Massive MIMO Channel Prediction Using Recurrent Neural Networks

In this work, the authors demonstrate a low complexity channel prediction method using neural networks. Specifically, they explore the power of recurrent neural network utilizing long-short memory cells in analyzing time series data for achieving accurate channel prediction.

Published onAug 12, 2020
Massive MIMO Channel Prediction Using Recurrent Neural Networks


Massive MIMO has been classified as one of the high potential wireless communication technologies due to its unique abilities such as high user capacity, increased spectral density, and diversity among others. Due to the exponential increase of connected devices, these properties are of great importance for the current 5G-IoT era and future telecommunication networks. However, outdated channel state information (CSI) caused by the variations in the channel response due to the presence of highly mobile and rich scattering is a major problem facing massive MIMO systems. Outdated CSI occurs when the information obtained about the channel at the transmitter changes before transmission. This leads to performance degradation of the network. In this work, we demonstrate a low complexity channel prediction method using neural networks. Specifically, we explore the power of recurrent neural network utilizing long-short memory cells in analyzing time series data. We review various neural network-based channel prediction methods available in the literature and compare complexity and performance metrics. Results indicate that the proposed methods outperform conventional systems by tremendously lowering the complexity associated with channel prediction.

INDEX TERMS: Massive MIMO, Neural networks, RNN, Artificial Intelligence, Channel state information.

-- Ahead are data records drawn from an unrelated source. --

import { readFileSync } from "node:fs";
import { describe, expect, it } from "vitest";
import { validateNetwork, type Network } from "#solver/schema.ts";
import { documentIssues } from "#app/components/sheet/documentIssues.ts";
import { placePart } from "#app/components/sheet/sheetEdits.ts";
import { NEAR_LIMIT_FRACTION, upperLimitStatus, voltageStatus, worstStatus } from "#app/lib/limitStatus.ts";

function demo(): Network {
  const parsed = validateNetwork(JSON.parse(readFileSync("tests/fixtures/tarn-head-calder-flats.json", "utf8")));
  if (!parsed.ok) throw new Error("demo network does not validate");
  return parsed.network;
}

describe("document issues", () => {
  it("finds none in the demo", () => {
    expect(documentIssues(demo())).toEqual([]);
  });

  it("names every loose terminal once, in words, tied to its element and field", () => {
    const placed = placePart({ document: demo(), layout: {} }, "transformer", { x: 0, y: 300 });
    const issues = documentIssues(placed.document);
    expect(issues).toEqual([
      { elementId: placed.id, field: "hvBus", message: 'Transformer "Transformer 1": connect its HV terminal to a busbar' },
      { elementId: placed.id, field: "lvBus", message: 'Transformer "Transformer 1": connect its LV terminal to a busbar' },
    ]);
  });

  it("passes on the validator's rules with the element they concern", () => {
    const doc = demo();
    const bad = { ...doc, lines: doc.lines.map((l) => (l.id === "l-town" ? { ...l, toBus: "b-calder-66" } : l)) };
    const issues = documentIssues(bad);
    // the line now joins 11 kV to 66 kV, and the town bus is cut off from the slack
    expect(issues).toHaveLength(2);
    expect(issues[0]).toMatchObject({ elementId: "l-town", field: "toBus" });
    expect(issues[0].message).toMatch(/within one voltage level/);
    expect(issues[1]).toMatchObject({ elementId: "b-town" });
    expect(issues[1].message).toMatch(/no slack source/);
  });

  it("prefixes shape errors with the element's name", () => {
    const doc = demo();
    const bad = { ...doc, buses: doc.buses.map((b, i) => (i === 0 ? { ...b, nominalKV: -11 } : b)) };
    const [issue] = documentIssues(bad);
    expect(issue.elementId).toBe("b-tarn-11");
    expect(issue.message.startsWith("Tarn Head 11 kV: nominalKV")).toBe(true);
  });
});

describe("reading status (near a limit = within 2 % of it)", () => {
  it("grades bus voltages against their band", () => {
    expect(NEAR_LIMIT_FRACTION).toBe(0.02);
    expect(voltageStatus(1.0, 0.95, 1.05)).toBe("within");
    expect(voltageStatus(0.96, 0.95, 1.05)).toBe("near"); // 0.95 × 1.02 = 0.969
    expect(voltageStatus(0.97, 0.95, 1.05)).toBe("within");
    expect(voltageStatus(1.03, 0.95, 1.05)).toBe("near"); // 1.05 × 0.98 = 1.029
    expect(voltageStatus(0.949, 0.95, 1.05)).toBe("beyond");
    expect(voltageStatus(1.051, 0.95, 1.05)).toBe("beyond");
  });

  it("grades loading and fault current against an upper limit", () => {
    expect(upperLimitStatus(97, 100, "pct")).toBe("within");
    expect(upperLimitStatus(98, 100, "pct")).toBe("near");
    expect(upperLimitStatus(100.5, 100, "pct")).toBe("beyond");
    expect(upperLimitStatus(null, 100, "pct")).toBeUndefined();
    expect(upperLimitStatus(12, undefined, "pct")).toBeUndefined();
  });

  it("takes the worst of several", () => {
    expect(worstStatus(["within", "near", undefined])).toBe("near");
    expect(worstStatus(["within", "beyond", "near"])).toBe("beyond");
    expect(worstStatus([undefined])).toBeUndefined();
  });
});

Multiple input multiple output (MIMO) employs multiple antennas at the transmitter and/or receiver. This technology has highly desired properties such as high throughput, high spectral efficiency, and multiplexing gains [1]. MIMO has evolved from a mere research concept to a real-world application and has been integrated into state-of-the-art wireless network standards such as IEEE 802.11n, 3GPP long-term evolution (LTE) and LTE- Advanced (E-UTRA) [2]. In a massive MIMO (mMIMO) system, the number of antennas in MIMO increases to hundreds. mMIMO has been classified as one of the high potential wireless communication technologies with the ability to have high user capacity [3], which is a key requirement for 5G-IoT and beyond technologies [4][5][6].
Nevertheless, numerous challenges are facing mMIMO and the general wireless communication paradigms. This is due to the population increase of users which causes increases in the number of connected devices [7][8][9][10]. Outdated channel state information (CSI) caused by the variations in the channel response due to the presence of highly mobile and rich scattering is a major problem facing mMIMO systems [3]. Outdated CSI occurs when the information obtained about the channel changes before transmission. Proposed solutions in the literature to combat the outdated CSI problem are mainly divided into passive and sub-optimal methods [11]. Passive method passively compensates for the performance loss at the cost of wireless resources (frequency, time, power), while sub-optimal methods assumes imperfect CSI as a constraint and aims to acquire only partial performance [12].
For example, in time division duplex (TDD) systems the channel is reciprocal, where the same frequency is used for both uplink and downlink. Therefore the downlink channel is estimated from the uplink channel in conventional TDD systems [13]. Nevertheless, the increase in the number of devices caused by the exponential human population increase, and the IoT era where everything is connected to everything has forced engineers to use ultra-high bands including millimeter and terahertz in wireless communication [14]. Channel coherence time is significantly reduced in ultra-high bands thus becoming shorter than the pilot transmission time. Consequently, the conventional uplink-downlink channel state acquisition method will provide an outdated CSI resulting in significant system performance degradation. In light of this, an efficient and reliable channel state prediction system is in demand.
Moreover, considering channel modeling in mMIMO channel prediction, Rayleigh distance between the transmitter and receiver in MIMO is defined as 2L22L^2/λ\lambda, where L is the antenna dimension and λ\lambda is the carrier wavelength [15]. Unlike MIMO, mMIMO has a large number of antennas, which may cause the distance between the receiver and transmitter to be shorter than Rayleigh distance. Therefore, the far-field assumption defined in [16] cannot be used and in turn, we use the near field assumption defined in [17]. Moreover, non-stationarity is also considered in mMIMO due to the changing antennas and the varying physical environment [16][17].
Neural Networks (NN) as an AI technique, is an effective recently proposed model for combating outdated CSI without wasting resources [18]. It is highly valued because it can avoid parameter estimation due to its data-driven nature. Channel prediction is viewed as a revolutionary future technology and hence it has attracted the attention of many researchers [3]. Additionally, instantaneously selecting transmit parameters (enabled by channel prediction) such as transmit power, coding rate, transmit antennas, and carrier frequency, depending on the instantaneous condition of the channel using channel prediction will tremendously improve the performance of adaptive wireless communications systems (Which are the future of effective wireless communication).
In this work, we concentrate on implementing channel state prediction in mMIMO using artificial intelligence, specifically recurrent neural networks (RNNs). Fig. 1 depicts a mMIMO BS with hundreds of antennas and multiple users.
RNNs are very effective when processing time series data. Since channel response data is closely related to time series data, we look at mMIMO channel prediction using RNNs as a technology with great future potential that will have a major impact in wireless technology. Moreover, we compare performance metrics of conventional CSI prediction processes with RNN-based prediction. lastly, an RNN model utilizing LSTMs is designed. The main contributions of this work are:

  1. Propose a low cost mMIMO RNN-based CSI predictor.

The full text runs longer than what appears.